**Work task:**
Throughout the entries below, report every line where "future" is found.

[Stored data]
· · · ·

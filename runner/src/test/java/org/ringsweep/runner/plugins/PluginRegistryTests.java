package org.ringsweep.runner.plugins;

import static org.junit.jupiter.api.Assertions.assertEquals;
import static org.junit.jupiter.api.Assertions.assertThrows;
import static org.junit.jupiter.api.Assertions.assertTrue;

import java.nio.file.Files;
import java.nio.file.Path;
import java.util.List;
import org.junit.jupiter.api.Test;
import org.junit.jupiter.api.io.TempDir;
import org.ringsweep.api.model.ApiVersion;
import org.ringsweep.api.model.ModelDescriptor;
import org.ringsweep.api.model.RingsweepPlugin;

class PluginRegistryTests {
    @TempDir
    Path dir;

    private static PluginRegistry withPlugins(RingsweepPlugin... plugins) {
        PluginRegistry.Builder b = PluginRegistry.builder().discoverClassPath(false);
        for (RingsweepPlugin p : plugins) {
            b.add(p, "test:" + p.id());
        }
        return b.build();
    }

    @Test
    void builtInOnlyKnowsTheBuiltInModelsAndNoChecks() {
        PluginRegistry r = PluginRegistry.builtInOnly();
        // Drivers first, each role sorted by id: the built-in set, whatever it holds.
        List<String> expected = new java.util.ArrayList<>();
        expected.addAll(org.ringsweep.generators.models.BuiltinModels.drivers().stream().map(ModelDescriptor::id).sorted().toList());
        expected.addAll(org.ringsweep.generators.models.BuiltinModels.receivers().stream().map(ModelDescriptor::id).sorted().toList());
        assertEquals(expected, r.catalog().all().stream().map(ModelDescriptor::id).toList());
        assertTrue(r.catalog().all().stream().allMatch(m -> m.origin().equals(PluginRegistry.BUILT_IN)));
        assertTrue(r.checks().isEmpty());
        assertTrue(r.plugins().isEmpty());
    }

    @Test
    void aHandAddedPluginsModelIsInTheCatalogWithItsOriginAndElaborates() {
        PluginRegistry r = withPlugins(TestPlugins.plugin("acme", TestPlugins.rampNamed("acme-io")));
        ModelDescriptor m = r.catalog().find(ModelDescriptor.Role.DRIVER, "acme-io").orElseThrow();
        assertEquals("plugin `acme` 1.0 (test:acme)", m.origin());
        List<String> drivers = new java.util.ArrayList<>(List.of("acme-io"));
        org.ringsweep.generators.models.BuiltinModels.drivers().forEach(d -> drivers.add(d.id()));
        assertEquals(drivers.stream().sorted().toList(), r.drivers().stream().map(ModelDescriptor::id).sorted().toList());
        assertTrue(r.messages().get(0).contains("plugin `acme` 1.0 (test:acme): driver acme-io"), r.messages().toString());
    }

    @Test
    void anApiVersionMismatchNamesThePluginAndBothVersions() {
        RingsweepPlugin future = new TestPlugins.Fixed("acme", "2.0", ApiVersion.CURRENT + 1, List.of(), List.of());
        PluginLoadException e = assertThrows(PluginLoadException.class, () -> withPlugins(future));
        assertTrue(e.getMessage().contains("plugin `acme` 2.0 (test:acme)"), e.getMessage());
        assertTrue(e.getMessage().contains("plugin API version " + (ApiVersion.CURRENT + 1)), e.getMessage());
        assertTrue(e.getMessage().contains("provides version " + ApiVersion.CURRENT), e.getMessage());
    }

    @Test
    void aPluginIdUsedTwiceNamesBothSources() {
        PluginLoadException e = assertThrows(PluginLoadException.class, () -> PluginRegistry.builder().discoverClassPath(false)
                .add(TestPlugins.plugin("acme"), "a.jar").add(TestPlugins.plugin("acme"), "b.jar").build());
        assertTrue(e.getMessage().contains("(a.jar)") && e.getMessage().contains("(b.jar)"), e.getMessage());
    }

    @Test
    void aModelIdThatABuiltInUsesIsRejectedNamingBoth() {
        PluginLoadException e = assertThrows(PluginLoadException.class,
                () -> withPlugins(TestPlugins.plugin("acme", TestPlugins.rampNamed("ramp"))));
        assertTrue(e.getMessage().contains("driver model id `ramp` of plugin `acme` 1.0 (test:acme) clashes with the built-in driver model"),
                e.getMessage());
    }

    @Test
    void aModelIdAnotherPluginUsesIsRejectedNamingBoth() {
        PluginLoadException e = assertThrows(PluginLoadException.class, () -> withPlugins(
                TestPlugins.plugin("acme", TestPlugins.rampNamed("io")), TestPlugins.plugin("other", TestPlugins.rampNamed("io"))));
        assertTrue(e.getMessage().contains("plugin `other`") && e.getMessage().contains("plugin `acme`"), e.getMessage());
    }

    @Test
    void blankMalformedAndReservedIdsAreRejected() {
        for (String id : new String[] {"", " ", "Acme", "acme_io", "ringsweep-extra"}) {
            PluginLoadException e = assertThrows(PluginLoadException.class,
                    () -> withPlugins(TestPlugins.plugin("acme", TestPlugins.rampNamed(id))), "`" + id + "`");
            assertTrue(e.getMessage().contains("plugin `acme`") || e.getMessage().contains("(test:acme)"), e.getMessage());
        }
        PluginLoadException reserved = assertThrows(PluginLoadException.class, () -> withPlugins(TestPlugins.plugin("ringsweep-x")));
        assertTrue(reserved.getMessage().contains("reserved prefix `ringsweep`"), reserved.getMessage());
    }

    @Test
    void aCheckWhoseLimitKeyIsABuiltInLimitIsRejected() {
        org.ringsweep.api.model.EdgeCheck overshoot = new TestPlugins.BrokenCheck() {
            @Override
            public String limitKey() {
                return "overshoot_max";
            }
        };
        PluginLoadException e = assertThrows(PluginLoadException.class,
                () -> withPlugins(new TestPlugins.Fixed("acme", "1.0", ApiVersion.CURRENT, List.of(), List.of(overshoot))));
        assertTrue(e.getMessage().contains("limit key `overshoot_max`") && e.getMessage().contains("the built-in limit"), e.getMessage());
    }

    @Test
    void pluginsInAFolderAreFoundByServiceLoaderAndLoggedWithIdVersionAndLocation() {
        TestPlugins.jarListing(dir, "broken.jar", TestPlugins.BrokenDriverPlugin.class, TestPlugins.BrokenCheckPlugin.class);
        PluginRegistry r = PluginRegistry.builder().discoverClassPath(false).pluginDir(dir).build();
        assertEquals(List.of("test-broken-driver", "test-broken-check"), r.plugins().stream().map(PluginSource::id).toList());
        assertEquals("0.0.1", r.plugins().get(0).version());
        assertTrue(r.catalog().find(ModelDescriptor.Role.DRIVER, "broken-io").isPresent());
        assertEquals(List.of("broken_max"), r.checks().stream().map(PluginCheck::limitKey).toList());
        assertEquals(2, r.messages().size(), r.messages().toString());
        assertTrue(r.messages().get(0).startsWith("loaded plugin `test-broken-driver` 0.0.1 ("), r.messages().toString());
    }

    @Test
    void aFolderPluginBuiltForAnotherApiVersionIsAClearError() {
        TestPlugins.jarListing(dir, "future.jar", TestPlugins.FuturePlugin.class);
        PluginLoadException e = assertThrows(PluginLoadException.class,
                () -> PluginRegistry.builder().discoverClassPath(false).pluginDir(dir).build());
        assertTrue(e.getMessage().startsWith("plugin `test-future` 9.0 ("), e.getMessage());
    }

    @Test
    void aPluginFolderThatIsMissingIsAnErrorAndAnEmptyOneIsLogged() throws Exception {
        PluginLoadException e = assertThrows(PluginLoadException.class,
                () -> PluginRegistry.builder().discoverClassPath(false).pluginDir(dir.resolve("nope")).build());
        assertTrue(e.getMessage().contains("--plugins `" + dir.resolve("nope") + "`: not a folder"), e.getMessage());
        Files.createDirectories(dir.resolve("empty"));
        PluginRegistry r = PluginRegistry.builder().discoverClassPath(false).pluginDir(dir.resolve("empty")).build();
        assertTrue(r.messages().get(0).contains("no .jar files found"), r.messages().toString());
    }

    @Test
    void aProviderThatCannotBeCreatedNamesItsClass() {
        TestPlugins.jarListing(dir, "bad.jar", PluginRegistryTests.class); // not a RingsweepPlugin
        PluginLoadException e = assertThrows(PluginLoadException.class,
                () -> PluginRegistry.builder().discoverClassPath(false).pluginDir(dir).build());
        assertTrue(e.getMessage().contains(PluginRegistryTests.class.getName()) && e.getMessage().contains(dir.toString()), e.getMessage());
    }
}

· · · ·

**Expected answer:**
        RingsweepPlugin future = new TestPlugins.Fixed("acme", "2.0", ApiVersion.CURRENT + 1, List.of(), List.of());
        PluginLoadException e = assertThrows(PluginLoadException.class, () -> withPlugins(future));
        TestPlugins.jarListing(dir, "future.jar", TestPlugins.FuturePlugin.class);
        assertTrue(e.getMessage().startsWith("plugin `test-future` 9.0 ("), e.getMessage());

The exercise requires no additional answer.